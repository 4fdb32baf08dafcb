// Package roots finds roots and extrema of functions of one variable by bisection and
// golden-section search, the one copy the spiral arms' crossings and the kinematic distances
// share.
package roots

import "math"

// Tol is the relative width to which both searches narrow their brackets: an interval
// about x is narrow enough once it is at most Tol·max(1, |x|) wide.
const Tol = 1e-12

// maxIter bounds the steps of either search; Tol is reached long before for any bracket
// of ordinary size.
const maxIter = 200

// Bisect returns a root of f in [a, b], where fa = f(a) and f(b) have opposite signs: it
// halves the bracket, keeping the sign change, until it is at most Tol·max(1, |x|) wide or
// f vanishes at a midpoint, and returns that midpoint.
func Bisect(f func(float64) float64, a, b, fa float64) float64 {
	for range maxIter {
		m := 0.5 * (a + b)
		if m <= a || m >= b || b-a <= Tol*math.Max(1, math.Abs(m)) {
			return m
		}
		fm := f(m)
		if fm == 0 {
			return m
		}
		if (fm < 0) == (fa < 0) {
			a, fa = m, fm
		} else {
			b = m
		}
	}
	return 0.5 * (a + b)
}

// golden is (√5 − 1)/2, the ratio by which golden-section search shrinks its bracket.
const golden = 0.6180339887498949

// GoldenMin searches [a, b] for a local minimum of f by golden-section search (Kiefer
// 1953, Proc. Amer. Math. Soc. 4, 502) until the bracket is at most Tol·max(1, |lo|) wide,
// lo its lower end, or until stop, when not nil, reports true for a value of f at one of the
// two inner points. It returns the better of the two inner points and the value of f there.
func GoldenMin(f func(float64) float64, a, b float64, stop func(fx float64) bool) (x, fx float64) {
	x1, x2 := b-golden*(b-a), a+golden*(b-a)
	g1, g2 := f(x1), f(x2)
	lo, hi := a, b
	for range maxIter {
		if hi-lo <= Tol*math.Max(1, math.Abs(lo)) {
			break
		}
		if g1 < g2 {
			hi, x2, g2 = x2, x1, g1
			x1 = hi - golden*(hi-lo)
			g1 = f(x1)
		} else {
			lo, x1, g1 = x1, x2, g2
			x2 = lo + golden*(hi-lo)
			g2 = f(x2)
		}
		if stop != nil && (stop(g1) || stop(g2)) {
			break
		}
	}
	if g2 < g1 {
		return x2, g2
	}
	return x1, g1
}
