func TestErrorText(t *testing.T) {
	// The format of the package documentation:
	// file:line:field (column): value "text": reason.
	var b strings.Builder
	b.WriteString("name,ra,dec,parallax,parallax_err\n")
	for i := 2; i <= 13; i++ {
		b.WriteString("mock-" + strconv.Itoa(i) + ",10,20,0.5,0.1\n")
	}
	b.WriteString("mock-14,10,20,0.5,-0.02\n")
	_, err := Read(strings.NewReader(b.String()), "sources.csv")
	wantText := `sources.csv:14:5 (parallax_err): value "-0.02": uncertainty must be positive and finite`
	if err == nil || err.Error() != wantText {
		t.Errorf("error text\n%v\nwant\n%s", err, wantText)
	}

	// Several problems: a count, then one per line.
	_, err = Read(strings.NewReader("name,ra,dec,parallax,parallax_err\nmock-1,10,20,x,0.1\nmock-1,10,20,0.5,0.1\n"), "two.csv")
	wantText = "two.csv: catalog refused, 2 problems:\n" +
		`two.csv:2:4 (parallax): value "x": expected a number (mas)` + "\n" +
		`two.csv:3:1 (name): value "mock-1": duplicate name: also on line 2`
	if err == nil || err.Error() != wantText {
		t.Errorf("error text\n%v\nwant\n%s", err, wantText)
	}

	// A problem of the whole file, and one of a missing column.
	_, err = Read(strings.NewReader(""), "empty.csv")
	if err == nil || !strings.HasPrefix(err.Error(), "empty.csv: no header row") {
		t.Errorf("error text %q", err)
	}
	_, err = Read(strings.NewReader("name,ra,dec,parallax\n"), "h.csv")
	if err == nil || err.Error() != "h.csv:1 (parallax_err): missing column parallax_err (parallax is given; every value needs its uncertainty)" {
		t.Errorf("error text %q", err)
	}
}

func TestProblemLimit(t *testing.T) {
	const rows = MaxProblems + 12
	var b strings.Builder
	b.WriteString("name,ra,dec,parallax,parallax_err\n")
	for i := range rows {
		b.WriteString("mock-" + strconv.Itoa(i) + ",10,20,0.5,-1\n")
	}
	cat, err := Read(strings.NewReader(b.String()), "many.csv")
	if cat != nil {
		t.Error("catalog returned")
	}
	var ce *Error
	if !errors.As(err, &ce) {
		t.Fatalf("error %v", err)
	}
	if len(ce.Problems) != MaxProblems || ce.More != 12 {
		t.Errorf("%d problems listed and %d more, want %d and 12", len(ce.Problems), ce.More, MaxProblems)
	}
	last := ce.Problems[len(ce.Problems)-1]
	if last.Line != MaxProblems+1 {
		t.Errorf("last listed problem on line %d, want %d", last.Line, MaxProblems+1)
	}
	text := err.Error()
	if !strings.HasPrefix(text, "many.csv: catalog refused, 62 problems:\n") || !strings.HasSuffix(text, "\nand 12 more") {
		t.Errorf("error text begins %q, ends %q", text[:60], text[len(text)-30:])
	}
	if n := strings.Count(text, "\n"); n != MaxProblems+1 {
		t.Errorf("error text has %d lines, want %d", n+1, MaxProblems+2)
	}
}

func TestReadIOError(t *testing.T) {
	boom := errors.New("disk on fire")
	_, err := Read(iotest.ErrReader(boom), "x.csv")
	if !errors.Is(err, boom) {
		t.Errorf("error %v does not wrap the reader's error", err)
	}
	var ce *Error
	if errors.As(err, &ce) {
		t.Error("a read failure reported as a catalog problem")
	}
	_, err = ReadFile(filepath.Join(t.TempDir(), "missing.csv"))
	if !errors.Is(err, fs.ErrNotExist) {
		t.Errorf("error %v, want a wrapped fs.ErrNotExist", err)
	}
}

func TestReadSmallCases(t *testing.T) {
	const head = "name,ra,dec,l,b,parallax,parallax_err\n"
	for _, tc := range []struct {
		text string
		ok   bool
	}{
		{"mock-1,0,0,,,0.5,0.1", true},
		{"mock-1,359.9999999,0,,,0.5,0.1", true},
		{"mock-1,,,-360,0,0.5,0.1", true},
		{"mock-1,,,-360.0001,0,0.5,0.1", false},
		{"mock-1,,,360.0001,0,0.5,0.1", false},
		{"mock-1,,,0,-90,0.5,0.1", true},
		{"mock-1,,,0,-90.0001,0.5,0.1", false},
		{"mock-1,0,0,,,-3,0.1", true},      // negative parallax
		{"mock-1,0,0,,,0.5,1e-300", true},  // tiny but positive uncertainty
		{"mock-1,0,0,,,0.5,1e-400", false}, // rounds to zero
		{"mock-1,0,0,,,+inf,1", false},
		{"mock-1,0,0,,,1_000,1", false},
		{"mock-1,0,0,,,.5,1.", true},
		{"mock-1,0:0,0,,,0.5,0.1", true},
		{"mock-1,0:,0,,,0.5,0.1", false},
		{"mock-1,12h 30m 15s,0,,,0.5,0.1", true},
		{"mock-1,12h,0,,,0.5,0.1", true},
		{"mock-1,12 30 15 10,0,,,0.5,0.1", false},
		{"mock-1,12h30m15s10,0,,,0.5,0.1", false},
		{"mock-1,0,-00 00 01,,,0.5,0.1", true},
		{"mock-1,0,--5:00,,,0.5,0.1", false},
	} {
		_, err := Read(strings.NewReader(head+tc.text), "t.csv")
		if (err == nil) != tc.ok {
			t.Errorf("%q: error %v, want ok=%v", tc.text, err, tc.ok)
		}
	}
}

EXERCISE REQUIREMENTS
Could you return the complete set of entries exactly?

ANSWER SPACE
repository 4fdb32baf08dafcb
// Package roots finds roots and extrema of functions of one variable by bisection and
// golden-section search, the one copy the spiral arms' crossings and the kinematic distances
// share.
package roots

import "math"

// Tol is the relative width to which both searches narrow their brackets: an interval
// about x is narrow enough once it is at most Tol·max(1, |x|) wide.
const Tol = 1e-12

// maxIter bounds the steps of either search; Tol is reached long before for any bracket
// of ordinary size.
const maxIter = 200

// Bisect returns a root of f in [a, b], where fa = f(a) and f(b) have opposite signs: it
// halves the bracket, keeping the sign change, until it is at most Tol·max(1, |x|) wide or
// f vanishes at a midpoint, and returns that midpoint.
func Bisect(f func(float64) float64, a, b, fa float64) float64 {
	for range maxIter {
		m := 0.5 * (a + b)
		if m <= a || m >= b || b-a <= Tol*math.Max(1, math.Abs(m)) {
			return m
		}
		fm := f(m)
		if fm == 0 {
			return m
		}
		if (fm < 0) == (fa < 0) {
			a, fa = m, fm
		} else {
			b = m
		}
	}
	return 0.5 * (a + b)
}

// golden is (√5 − 1)/2, the ratio by which golden-section search shrinks its bracket.
const golden = 0.6180339887498949

// GoldenMin searches [a, b] for a local minimum of f by golden-section search (Kiefer
// 1953, Proc. Amer. Math. Soc. 4, 502) until the bracket is at most Tol·max(1, |lo|) wide,
// lo its lower end, or until stop, when not nil, reports true for a value of f at one of the
// two inner points. It returns the better of the two inner points and the value of f there.
func GoldenMin(f func(float64) float64, a, b float64, stop func(fx float64) bool) (x, fx float64) {
	x1, x2 := b-golden*(b-a), a+golden*(b-a)
	g1, g2 := f(x1), f(x2)
	lo, hi := a, b
	for range maxIter {
		if hi-lo <= Tol*math.Max(1, math.Abs(lo)) {
			break
		}
		if g1 < g2 {
			hi, x2, g2 = x2, x1, g1
			x1 = hi - golden*(hi-lo)
			g1 = f(x1)
		} else {
			lo, x1, g1 = x1, x2, g2
			x2 = lo + golden*(hi-lo)
			g2 = f(x2)
		}
		if stop != nil && (stop(g1) || stop(g2)) {
			break
		}
	}
	if g2 < g1 {
		return x2, g2
	}
	return x1, g1
}
func TestErrorText(t *testing.T) {
	// The format of the package documentation:
	// file:line:field (column): value "text": reason.
	var b strings.Builder
	b.WriteString("name,ra,dec,parallax,parallax_err\n")
	for i := 2; i <= 13; i++ {
		b.WriteString("mock-" + strconv.Itoa(i) + ",10,20,0.5,0.1\n")
	}
	b.WriteString("mock-14,10,20,0.5,-0.02\n")
	_, err := Read(strings.NewReader(b.String()), "sources.csv")
	wantText := `sources.csv:14:5 (parallax_err): value "-0.02": uncertainty must be positive and finite`
	if err == nil || err.Error() != wantText {
		t.Errorf("error text\n%v\nwant\n%s", err, wantText)
	}

	// Several problems: a count, then one per line.
	_, err = Read(strings.NewReader("name,ra,dec,parallax,parallax_err\nmock-1,10,20,x,0.1\nmock-1,10,20,0.5,0.1\n"), "two.csv")
	wantText = "two.csv: catalog refused, 2 problems:\n" +
		`two.csv:2:4 (parallax): value "x": expected a number (mas)` + "\n" +
		`two.csv:3:1 (name): value "mock-1": duplicate name: also on line 2`
	if err == nil || err.Error() != wantText {
		t.Errorf("error text\n%v\nwant\n%s", err, wantText)
	}

	// A problem of the whole file, and one of a missing column.
	_, err = Read(strings.NewReader(""), "empty.csv")
	if err == nil || !strings.HasPrefix(err.Error(), "empty.csv: no header row") {
		t.Errorf("error text %q", err)
	}
	_, err = Read(strings.NewReader("name,ra,dec,parallax\n"), "h.csv")
	if err == nil || err.Error() != "h.csv:1 (parallax_err): missing column parallax_err (parallax is given; every value needs its uncertainty)" {
		t.Errorf("error text %q", err)
	}
}

func TestProblemLimit(t *testing.T) {
	const rows = MaxProblems + 12
	var b strings.Builder
	b.WriteString("name,ra,dec,parallax,parallax_err\n")
	for i := range rows {
		b.WriteString("mock-" + strconv.Itoa(i) + ",10,20,0.5,-1\n")
	}
	cat, err := Read(strings.NewReader(b.String()), "many.csv")
	if cat != nil {
		t.Error("catalog returned")
	}
	var ce *Error
	if !errors.As(err, &ce) {
		t.Fatalf("error %v", err)
	}
	if len(ce.Problems) != MaxProblems || ce.More != 12 {
		t.Errorf("%d problems listed and %d more, want %d and 12", len(ce.Problems), ce.More, MaxProblems)
	}
	last := ce.Problems[len(ce.Problems)-1]
	if last.Line != MaxProblems+1 {
		t.Errorf("last listed problem on line %d, want %d", last.Line, MaxProblems+1)
	}
	text := err.Error()
	if !strings.HasPrefix(text, "many.csv: catalog refused, 62 problems:\n") || !strings.HasSuffix(text, "\nand 12 more") {
		t.Errorf("error text begins %q, ends %q", text[:60], text[len(text)-30:])
	}
	if n := strings.Count(text, "\n"); n != MaxProblems+1 {
		t.Errorf("error text has %d lines, want %d", n+1, MaxProblems+2)
	}
}

func TestReadIOError(t *testing.T) {
	boom := errors.New("disk on fire")
	_, err := Read(iotest.ErrReader(boom), "x.csv")
	if !errors.Is(err, boom) {
		t.Errorf("error %v does not wrap the reader's error", err)
	}
	var ce *Error
	if errors.As(err, &ce) {
		t.Error("a read failure reported as a catalog problem")
	}
	_, err = ReadFile(filepath.Join(t.TempDir(), "missing.csv"))
	if !errors.Is(err, fs.ErrNotExist) {
		t.Errorf("error %v, want a wrapped fs.ErrNotExist", err)
	}
}

func TestReadSmallCases(t *testing.T) {
	const head = "name,ra,dec,l,b,parallax,parallax_err\n"
	for _, tc := range []struct {
		text string
		ok   bool
	}{
		{"mock-1,0,0,,,0.5,0.1", true},
		{"mock-1,359.9999999,0,,,0.5,0.1", true},
		{"mock-1,,,-360,0,0.5,0.1", true},
		{"mock-1,,,-360.0001,0,0.5,0.1", false},
		{"mock-1,,,360.0001,0,0.5,0.1", false},
		{"mock-1,,,0,-90,0.5,0.1", true},
		{"mock-1,,,0,-90.0001,0.5,0.1", false},
		{"mock-1,0,0,,,-3,0.1", true},      // negative parallax
		{"mock-1,0,0,,,0.5,1e-300", true},  // tiny but positive uncertainty
		{"mock-1,0,0,,,0.5,1e-400", false}, // rounds to zero
		{"mock-1,0,0,,,+inf,1", false},
		{"mock-1,0,0,,,1_000,1", false},
		{"mock-1,0,0,,,.5,1.", true},
		{"mock-1,0:0,0,,,0.5,0.1", true},
		{"mock-1,0:,0,,,0.5,0.1", false},
		{"mock-1,12h 30m 15s,0,,,0.5,0.1", true},
		{"mock-1,12h,0,,,0.5,0.1", true},
		{"mock-1,12 30 15 10,0,,,0.5,0.1", false},
		{"mock-1,12h30m15s10,0,,,0.5,0.1", false},
		{"mock-1,0,-00 00 01,,,0.5,0.1", true},
		{"mock-1,0,--5:00,,,0.5,0.1", false},
	} {
		_, err := Read(strings.NewReader(head+tc.text), "t.csv")
		if (err == nil) != tc.ok {
			t.Errorf("%q: error %v, want ok=%v", tc.text, err, tc.ok)
		}
	}
}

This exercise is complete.